++++ RECORDS FOR THE TASK ++++

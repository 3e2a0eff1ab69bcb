"""Charges and second carboxyl groups with distance decay (Kirkwood & Westheimer, J. Chem. Phys. 1938, 6, 506).

n is the number of bonds from the carboxyl carbon to the atom that carries the charged group: 1 on the alpha atom.
"""

from __future__ import annotations

import pytest
from descriptors.worked import check, describe, not_worked

NEUTRAL: list[tuple[str, dict[str, float]]] = [
    # glycine: NH3+ on the alpha carbon, n = 1, every decay 1
    (
        "NCC(=O)O",
        {
            "cations": 1,
            "cation_g50": 1,
            "cation_g75": 1,
            "cation_inverse": 1,
            "cation_alpha": 1,
            "anions": 0,
            "net_charge": 1,
            "cation_in_ring": 0,
            "cation_pairs": 0,
        },
    ),
    # beta-alanine: n = 2
    ("NCCC(=O)O", {"cations": 1, "cation_g50": 0.5, "cation_g75": 0.75, "cation_inverse": 0.5, "cation_alpha": 0}),
    # lysine: n = 1 and 5; two ordered pairs of cations
    (
        "NCCCC[C@H](N)C(=O)O",
        {
            "cations": 2,
            "cation_g50": 1 + 0.5**4,
            "cation_g75": 1 + 0.75**4,
            "cation_inverse": 1.2,
            "net_charge": 2,
            "cation_pairs": 2,
        },
    ),
    # isonicotinic acid: the ring that carries COOH is itself protonated
    ("OC(=O)c1ccncc1", {"cations": 1, "cation_in_ring": 1, "net_charge": 1}),
    # sulfoacetic acid: sulfonate, n = 1
    ("OC(=O)CS(=O)(=O)O", {"anions": 1, "anion_nearest": 1, "net_charge": -1, "cations": 0}),
    # oxalic acid: the other group is the neighbour itself (n = 0)
    (
        "OC(=O)C(=O)O",
        {"carboxyls": 1, "carboxyl_g40": 1, "carboxyl_g70": 1, "carboxyl_nearest": 2, "carboxyl_geminal": 0},
    ),
    # malonic (n = 1), succinic (n = 2), glutaric acid (n = 3)
    (
        "OC(=O)CC(=O)O",
        {"carboxyls": 1, "carboxyl_g40": 1, "carboxyl_nearest": 1, "carboxyl_geminal": 1, "carboxyl_path_bulk": 0},
    ),
    (
        "OC(=O)CCC(=O)O",
        {"carboxyls": 1, "carboxyl_g40": 0.4, "carboxyl_g70": 0.7, "carboxyl_nearest": 0.5, "carboxyl_geminal": 0},
    ),
    ("OC(=O)CCCC(=O)O", {"carboxyl_g40": 0.16, "carboxyl_g70": 0.49, "carboxyl_nearest": 1 / 3, "anions": 0}),
    # 2,2-dimethylsuccinic acid: two methyls and one quaternary carbon on the path; weight 0.5**(n - 2) = 1
    ("OC(=O)CC(C)(C)C(=O)O", {"carboxyl_path_bulk": 2, "carboxyl_path_quaternary": 1, "carboxyl_path_unsaturated": 0}),
    # 3,3-dimethylglutaric acid: the same one bond further, weight 1/2
    ("OC(=O)CC(C)(C)CC(=O)O", {"carboxyl_path_bulk": 1, "carboxyl_path_quaternary": 0.5}),
    # fumaric and maleic acid: two unsaturated carbons between the groups, trans and cis
    ("OC(=O)/C=C/C(=O)O", {"carboxyl_path_unsaturated": 2, "carboxyl_cis": -1, "vicinal_splay": 0}),
    ("OC(=O)/C=C\\C(=O)O", {"carboxyl_path_unsaturated": 2, "carboxyl_cis": 1}),
    ("OC(=O)C=CC(=O)O", {"carboxyl_cis": 0}),
    # cis- and trans-cyclobutane-1,2-dicarboxylic acid: (1R,2S) is cis, (1R,2R) trans
    ("OC(=O)[C@H]1CC[C@H]1C(=O)O", {"carboxyl_cis": 1}),
    ("OC(=O)[C@H]1CC[C@@H]1C(=O)O", {"carboxyl_cis": -1}),
    # the same on small rings: 1 on a three-membered, 1/2 on a four-membered one
    ("OC(=O)[C@H]1CC[C@H]1C(=O)O", {"cis_small_ring": 0.5, "cis_small_ring_anion": 0}),
    ("OC(=O)[C@H]1C[C@@H]1C(=O)O", {"cis_small_ring": -1}),
    # carbons on the ammonium nitrogen besides the one that leads to the acid: N,N-dimethylglycine 2, betaine 3; one
    # bond further half as much
    ("CN(C)CC(=O)O", {"cation_substituents": 2, "cation_delocalised": 0}),
    ("C[N+](C)(C)CC(=O)O", {"cation_substituents": 3}),
    ("CN(C)CCC(=O)O", {"cation_substituents": 1}),
    # guanidinoacetic and 3-guanidinopropanoic acid: a delocalised cation
    ("NC(=N)NCC(=O)O", {"cation_delocalised": 1, "cation_substituents": 0}),
    ("NC(=N)NCCC(=O)O", {"cation_delocalised": 0.5}),
    # succinic acids: methyl counts 1, ethyl 1.5; the product of both ends
    ("OC(=O)CC(C)C(=O)O", {"vicinal_crowd": 0}),
    ("OC(=O)C(C)C(C)C(=O)O", {"vicinal_crowd": 1, "vicinal_crowd_anion": 0}),
    ("OC(=O)C(C)(C)C(C)(C)C(=O)O", {"vicinal_crowd": 4}),
    ("OC(=O)C(CC)C(CC)C(=O)O", {"vicinal_crowd": 2.25}),
    # dimethyl- and diethylmalonic acid: two alkyl groups (1) and half a point for each carbon that branches further
    ("OC(=O)C(C)(C)C(=O)O", {"geminal_bulk": 1, "geminal_bulk_anion": 0}),
    ("OC(=O)C(CC)(CC)C(=O)O", {"geminal_bulk": 2, "geminal_small_ring": 0}),
    # 1,1-dicarboxylic acids of cyclopropane and cyclobutane
    ("OC(=O)C1(CC1)C(=O)O", {"geminal_small_ring": 1, "geminal_bulk": 1}),
    ("OC(=O)C1(CCC1)C(=O)O", {"geminal_small_ring": 0.5}),
    # cyclobutene- and cyclohexene-1,2-dicarboxylic acid: 6 - ring size
    ("OC(=O)C1=C(CC1)C(=O)O", {"vicinal_splay": 2, "vicinal_splay_anion": 0}),
    ("OC(=O)C1=C(CCCC1)C(=O)O", {"vicinal_splay": 0}),
]
IONISED: list[tuple[str, dict[str, float]]] = [
    (
        "OC(=O)CC(=O)O",
        {
            "anions": 1,
            "anion_g50": 1,
            "anion_g75": 1,
            "anion_inverse": 1,
            "anion_nearest": 1,
            "carboxyls": 0,
            "net_charge": -1,
        },
    ),
    (
        "OC(=O)CCC(=O)O",
        {
            "anions": 1,
            "anion_g50": 0.5,
            "anion_g75": 0.75,
            "anion_inverse": 0.5,
            "anion_nearest": 0.5,
            "carboxyl_g40": 0,
        },
    ),
    ("OC(=O)CC(C)(C)C(=O)O", {"anion_path_bulk": 2, "anion_path_quaternary": 1, "carboxyl_path_bulk": 2}),
    ("OC(=O)/C=C/C(=O)O", {"anion_cis": -1}),
    ("OC(=O)/C=C\\C(=O)O", {"anion_cis": 1, "carboxyl_cis": 1}),
    ("OC(=O)C(CC)(CC)C(=O)O", {"geminal_bulk": 0, "geminal_bulk_anion": 2}),
    ("OC(=O)[C@H]1CC[C@H]1C(=O)O", {"cis_small_ring": 0, "cis_small_ring_anion": 0.5}),
    ("OC(=O)C(C)C(C)C(=O)O", {"vicinal_crowd": 0, "vicinal_crowd_anion": 1}),
    ("OC(=O)C1(CC1)C(=O)O", {"geminal_small_ring": 0, "geminal_small_ring_anion": 1}),
    ("OC(=O)C1=C(CC1)C(=O)O", {"vicinal_splay": 0, "vicinal_splay_anion": 2}),
]


@pytest.mark.parametrize(("smiles", "expected"), NEUTRAL)
def test_worked_by_hand(smiles: str, expected: dict[str, float]) -> None:
    check(smiles, expected)


@pytest.mark.parametrize(("smiles", "expected"), IONISED)
def test_worked_by_hand_with_the_other_group_ionised(smiles: str, expected: dict[str, float]) -> None:
    check(smiles, expected, ionised=True)


def test_every_column_is_worked() -> None:
    assert not_worked("charge", NEUTRAL + IONISED) == set()


def test_a_neutral_carboxyl_group_becomes_an_anion_and_nothing_else_is_counted_twice() -> None:
    citric = "OC(=O)CC(O)(C(=O)O)CC(=O)O"
    before, after = describe(citric), describe(citric, ionised=True)
    assert (before["carboxyls"], before["anions"]) == (2, 0)
    assert (after["carboxyls"], after["anions"]) == (0, 2)


def test_both_ends_of_a_symmetric_acid_see_the_same() -> None:
    for smiles in ("OC(=O)CC(C)(C)CC(=O)O", "OC(=O)[C@H]1CC[C@@H]1C(=O)O", "OC(=O)/C=C\\C(=O)O"):
        assert describe(smiles, "C(=O)[OX2H1]") == describe(smiles)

++++

Everything above from the line containing "# sulfoacetic acid: sulfonate, n = 1" down to the line containing "# bond further half as much" is to be transcribed exactly, with both of those lines included and nothing else added.

## RESPONSE TO THIS EXERCISE
    # sulfoacetic acid: sulfonate, n = 1
    ("OC(=O)CS(=O)(=O)O", {"anions": 1, "anion_nearest": 1, "net_charge": -1, "cations": 0}),
    # oxalic acid: the other group is the neighbour itself (n = 0)
    (
        "OC(=O)C(=O)O",
        {"carboxyls": 1, "carboxyl_g40": 1, "carboxyl_g70": 1, "carboxyl_nearest": 2, "carboxyl_geminal": 0},
    ),
    # malonic (n = 1), succinic (n = 2), glutaric acid (n = 3)
    (
        "OC(=O)CC(=O)O",
        {"carboxyls": 1, "carboxyl_g40": 1, "carboxyl_nearest": 1, "carboxyl_geminal": 1, "carboxyl_path_bulk": 0},
    ),
    (
        "OC(=O)CCC(=O)O",
        {"carboxyls": 1, "carboxyl_g40": 0.4, "carboxyl_g70": 0.7, "carboxyl_nearest": 0.5, "carboxyl_geminal": 0},
    ),
    ("OC(=O)CCCC(=O)O", {"carboxyl_g40": 0.16, "carboxyl_g70": 0.49, "carboxyl_nearest": 1 / 3, "anions": 0}),
    # 2,2-dimethylsuccinic acid: two methyls and one quaternary carbon on the path; weight 0.5**(n - 2) = 1
    ("OC(=O)CC(C)(C)C(=O)O", {"carboxyl_path_bulk": 2, "carboxyl_path_quaternary": 1, "carboxyl_path_unsaturated": 0}),
    # 3,3-dimethylglutaric acid: the same one bond further, weight 1/2
    ("OC(=O)CC(C)(C)CC(=O)O", {"carboxyl_path_bulk": 1, "carboxyl_path_quaternary": 0.5}),
    # fumaric and maleic acid: two unsaturated carbons between the groups, trans and cis
    ("OC(=O)/C=C/C(=O)O", {"carboxyl_path_unsaturated": 2, "carboxyl_cis": -1, "vicinal_splay": 0}),
    ("OC(=O)/C=C\\C(=O)O", {"carboxyl_path_unsaturated": 2, "carboxyl_cis": 1}),
    ("OC(=O)C=CC(=O)O", {"carboxyl_cis": 0}),
    # cis- and trans-cyclobutane-1,2-dicarboxylic acid: (1R,2S) is cis, (1R,2R) trans
    ("OC(=O)[C@H]1CC[C@H]1C(=O)O", {"carboxyl_cis": 1}),
    ("OC(=O)[C@H]1CC[C@@H]1C(=O)O", {"carboxyl_cis": -1}),
    # the same on small rings: 1 on a three-membered, 1/2 on a four-membered one
    ("OC(=O)[C@H]1CC[C@H]1C(=O)O", {"cis_small_ring": 0.5, "cis_small_ring_anion": 0}),
    ("OC(=O)[C@H]1C[C@@H]1C(=O)O", {"cis_small_ring": -1}),
    # carbons on the ammonium nitrogen besides the one that leads to the acid: N,N-dimethylglycine 2, betaine 3; one
    # bond further half as much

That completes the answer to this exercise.